Your list of behaviors is a good starting point for a BCP document.  As you
point out, if we know there is rough consensus in support of writing such a
doc, RFC 2462bis can proceed without explicit prescription of client behavior.

I remember (my memory, of course, may be faulty) that the behavior of the
client you cite from RFC 2462 was specified to avoid DoS attacks in which
rouge RAs with the M/O flags set to off would not cause hosts to stop using
DHCPv6.

- Ralph


At 03:02 PM 5/18/2004 +0900, JINMEI Tatuya / =?ISO-2022-JP?B?GyRCP0BMQEMjOkgbKEI=?= wrote:
>>>>> On Mon, 17 May 2004 15:04:17 -0400,
>>>>> Ralph Droms <[EMAIL PROTECTED]> said:

>> > 3. (optionally) make a separate document (standard or BCP) on how to
>> >    interact the protocols with these flags

> Can you give some examples of what conditions or interactions might be
> included in such a document?

It's just a rough sketch, but I'm currently thinking about a document
that describes

- how a host that implements DHCPv6 should behave.  The host would
  have an internal (conceptual) variable, controlling the policy about
  autoconfiguration, which should have at least three values:
  1: it should invoke DHCPv6 for address autoconfiguration regardless
     of the content of receiving RAs or the existence of RAs
  2: it should invoke DHCPv6 for address autoconfiguration if and only
     if it sees an RA changing the M bit from unset to set
  3: it should not invoke DHCPv6 for address autoconfiguration
     regardless of the content of receiving RAs or the existence of
     RAs
- same thing for a host that implements the "stateless" subset of
  DHCPv6 (RFC3736) for other configuration information.

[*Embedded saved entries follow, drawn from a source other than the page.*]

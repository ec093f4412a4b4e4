# SPDX-License-Identifier: MIT
"""Base schema: vessels and their units, generic parts, suppliers' catalogues, on-board stock.

Revision ID: 0001
Revises:
"""

import sqlalchemy as sa
from alembic import op

revision = "0001"
down_revision = None
branch_labels = None
depends_on = None


def _unit_child(name: str, *columns: sa.Column, checks: tuple[tuple[str, str], ...] = (), seq: bool = True) -> None:
    """A table hanging off ``units`` (cascade delete), keyed by unit and order in the file."""
    keys = [sa.Column("unit_id", sa.Integer(), nullable=False)]
    if seq:
        keys.append(sa.Column("seq", sa.Integer(), nullable=False))
    op.create_table(
        name,
        *keys,
        *columns,
        sa.PrimaryKeyConstraint(*[c.name for c in keys], name=f"pk_{name}"),
        sa.ForeignKeyConstraint(["unit_id"], ["units.id"], name=f"fk_{name}_unit_id_units", ondelete="CASCADE"),
        *[sa.CheckConstraint(sql, name=op.f(f"ck_{name}_{label}")) for label, sql in checks],
    )


def _float(name: str, nullable: bool = False) -> sa.Column:
    return sa.Column(name, sa.Float(), nullable=nullable)


def _text(name: str, nullable: bool = False) -> sa.Column:
    return sa.Column(name, sa.String(), nullable=nullable)


def _int(name: str, nullable: bool = False) -> sa.Column:
    return sa.Column(name, sa.Integer(), nullable=nullable)


def upgrade() -> None:
    op.create_table(
        "companies",
        sa.Column("id", sa.Integer(), nullable=False),
        _text("name"),
        sa.PrimaryKeyConstraint("id", name="pk_companies"),
        sa.UniqueConstraint("name", name="uq_companies_name"),
    )
    op.create_table(
        "vessels",
        _text("id"), _text("name"), _text("ship_type"), _float("gross_tonnage"),
        _int("company_id", True), _text("source", True),
        sa.PrimaryKeyConstraint("id", name="pk_vessels"),
        sa.ForeignKeyConstraint(["company_id"], ["companies.id"], name="fk_vessels_company_id_companies", ondelete="RESTRICT"),
        sa.CheckConstraint("ship_type IN ('cargo', 'passenger', 'tanker')", name=op.f("ck_vessels_ship_type")),
        sa.CheckConstraint("gross_tonnage >= 1", name=op.f("ck_vessels_gross_tonnage")),
    )
    op.create_table(
        "units",
        sa.Column("id", sa.Integer(), nullable=False),
        _text("vessel_id"), _text("ref"), _int("seq"), _text("service"), _text("actuator"), _int("count"),
        _float("working_pressure"), _text("fluid_category"), _int("fluid_grade"),
        _float("max_rudder_angle", True), sa.Column("isolation_valves", sa.Boolean(), nullable=False),
        sa.PrimaryKeyConstraint("id", name="pk_units"),
        sa.ForeignKeyConstraint(["vessel_id"], ["vessels.id"], name="fk_units_vessel_id_vessels", ondelete="CASCADE"),
        sa.UniqueConstraint("vessel_id", "ref", name="uq_units_vessel_id_ref"),
        sa.CheckConstraint("actuator IN ('ram', 'rotary_vane', 'cylinder')", name=op.f("ck_units_actuator")),
        sa.CheckConstraint("count >= 1", name=op.f("ck_units_count")),
        sa.CheckConstraint("working_pressure > 0", name=op.f("ck_units_working_pressure")),
        sa.CheckConstraint("fluid_grade > 0", name=op.f("ck_units_fluid_grade")),
    )
    _unit_child(
        "actuators",
        *[_float(n, True) for n in ("ram_diameter", "bore", "rod", "stroke", "tiller_radius")],
        _int("vanes", True),
        *[_float(n, True) for n in ("vane_height", "housing_bore", "hub_diameter", "stock_diameter")],
        checks=(("stroke", "stroke IS NULL OR stroke > 0"), ("vanes", "vanes IS NULL OR vanes >= 1")),
        seq=False,
    )
    _unit_child(
        "power_units",
        _int("pumps"), _float("pump_flow"), _float("reservoir"), _float("system_oil", True),
        _float("oil_leakage", True), _text("pump_model", True), _int("valve_blocks"),
        checks=(
            ("pumps", "pumps >= 1"), ("pump_flow", "pump_flow > 0"), ("reservoir", "reservoir > 0"),
            ("system_oil", "system_oil IS NULL OR system_oil > 0"),
            ("oil_leakage", "oil_leakage IS NULL OR oil_leakage >= 0"), ("valve_blocks", "valve_blocks >= 0"),
        ),
        seq=False,
    )
    _unit_child(
        "filter_positions",
        _text("position"), _int("elements"), _float("change_interval"), _float("duty_hours_per_day"),
        _text("element_ref", True),
        checks=(
            ("elements", "elements >= 1"), ("change_interval", "change_interval > 0"),
            ("duty", "duty_hours_per_day >= 0 AND duty_hours_per_day <= 24"),
        ),
    )
    _unit_child("pipes", _float("outside_diameter"), _float("wall"), _float("length"),
                checks=(("sizes", "wall > 0 AND outside_diameter > 2 * wall AND length > 0"),))
    _unit_child("stated_housings", _text("role"), _float("d_inner"), _float("d_outer"), _float("length"),
                checks=(("sizes", "d_inner > 0 AND d_outer > d_inner AND length > 0"),))
    _unit_child("solenoid_coils", _text("voltage"), _int("count"), checks=(("count", "count >= 1"),))
    _unit_child("hoses", _float("bore"), _int("count"), checks=(("sizes", "bore > 0 AND count >= 1"),))
    op.create_table(
        "parts",
        sa.Column("id", sa.Integer(), nullable=False),
        _text("key"), _text("kind"), _text("designation"), _text("standard", True),
        sa.PrimaryKeyConstraint("id", name="pk_parts"),
        sa.UniqueConstraint("key", name="uq_parts_key"),
    )
    op.create_table(
        "suppliers",
        sa.Column("id", sa.Integer(), nullable=False),
        _text("name"),
        sa.PrimaryKeyConstraint("id", name="pk_suppliers"),
        sa.UniqueConstraint("name", name="uq_suppliers_name"),
    )
    op.create_table(
        "catalogue_entries",
        sa.Column("id", sa.Integer(), nullable=False),
        _int("supplier_id"), _text("supplier_ref"), _text("part_key"), _int("part_id", True),
        _text("description", True), _int("pack_qty"), _float("price", True), _text("currency"),
        _int("lead_time_days", True),
        sa.PrimaryKeyConstraint("id", name="pk_catalogue_entries"),
        sa.ForeignKeyConstraint(["supplier_id"], ["suppliers.id"], name="fk_catalogue_entries_supplier_id_suppliers", ondelete="CASCADE"),
        sa.ForeignKeyConstraint(["part_id"], ["parts.id"], name="fk_catalogue_entries_part_id_parts", ondelete="SET NULL"),
        sa.UniqueConstraint("supplier_id", "supplier_ref", name="uq_catalogue_entries_supplier_id_supplier_ref"),
        sa.CheckConstraint("pack_qty >= 1", name=op.f("ck_catalogue_entries_pack_qty")),
        sa.CheckConstraint("price IS NULL OR price >= 0", name=op.f("ck_catalogue_entries_price")),
        sa.CheckConstraint("lead_time_days IS NULL OR lead_time_days >= 0", name=op.f("ck_catalogue_entries_lead_time_days")),
        sa.CheckConstraint("length(currency) = 3", name=op.f("ck_catalogue_entries_currency")),
    )
    op.create_index("ix_catalogue_entries_part_key", "catalogue_entries", ["part_key"])
    op.create_table(
        "stock",
        sa.Column("id", sa.Integer(), nullable=False),
        _text("vessel_id"), _int("part_id"), _float("quantity"), sa.Column("counted_on", sa.Date(), nullable=True),
        sa.PrimaryKeyConstraint("id", name="pk_stock"),
        sa.ForeignKeyConstraint(["vessel_id"], ["vessels.id"], name="fk_stock_vessel_id_vessels", ondelete="CASCADE"),
        sa.ForeignKeyConstraint(["part_id"], ["parts.id"], name="fk_stock_part_id_parts", ondelete="RESTRICT"),
        sa.UniqueConstraint("vessel_id", "part_id", name="uq_stock_vessel_id_part_id"),
        sa.CheckConstraint("quantity >= 0", name=op.f("ck_stock_quantity")),
    )


def downgrade() -> None:
    for name in ("stock", "catalogue_entries", "suppliers", "parts", "hoses", "solenoid_coils", "stated_housings",
                 "pipes", "filter_positions", "power_units", "actuators", "units", "vessels", "companies"):
        op.drop_table(name)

The details can change based on further discussion, of course.  But at
the moment, I'd like to know if we can start editing rfc2462bis with
an expectation that we'll have some separate document like above.

And,

> What about the situation if the 'M' flag transitions from set to not set? I
> don't have a good answer off the top of my hear...perhaps this situation is
> an example of what should go into the BCP document you suggest?


Yes, probably.

BTW: RFC2462 currently says the transition from set to unset means
"nothing":

   If the value of the ManagedFlag
   changes from TRUE to FALSE, the host should continue running the
   stateful address autoconfiguration, i.e., the change in the value of
   the ManagedFlag has no effect.
   (Section 5.5.3)

Personally, I don't think this behavior makes much sense, but of
course we'll need to be careful if we try to change this (in the "BCP"
document, or wherever) since it may have an effect on existing
implementations.

                                        JINMEI, Tatuya
                                        Communication Platform Lab.
                                        Corporate R&D Center, Toshiba Corp.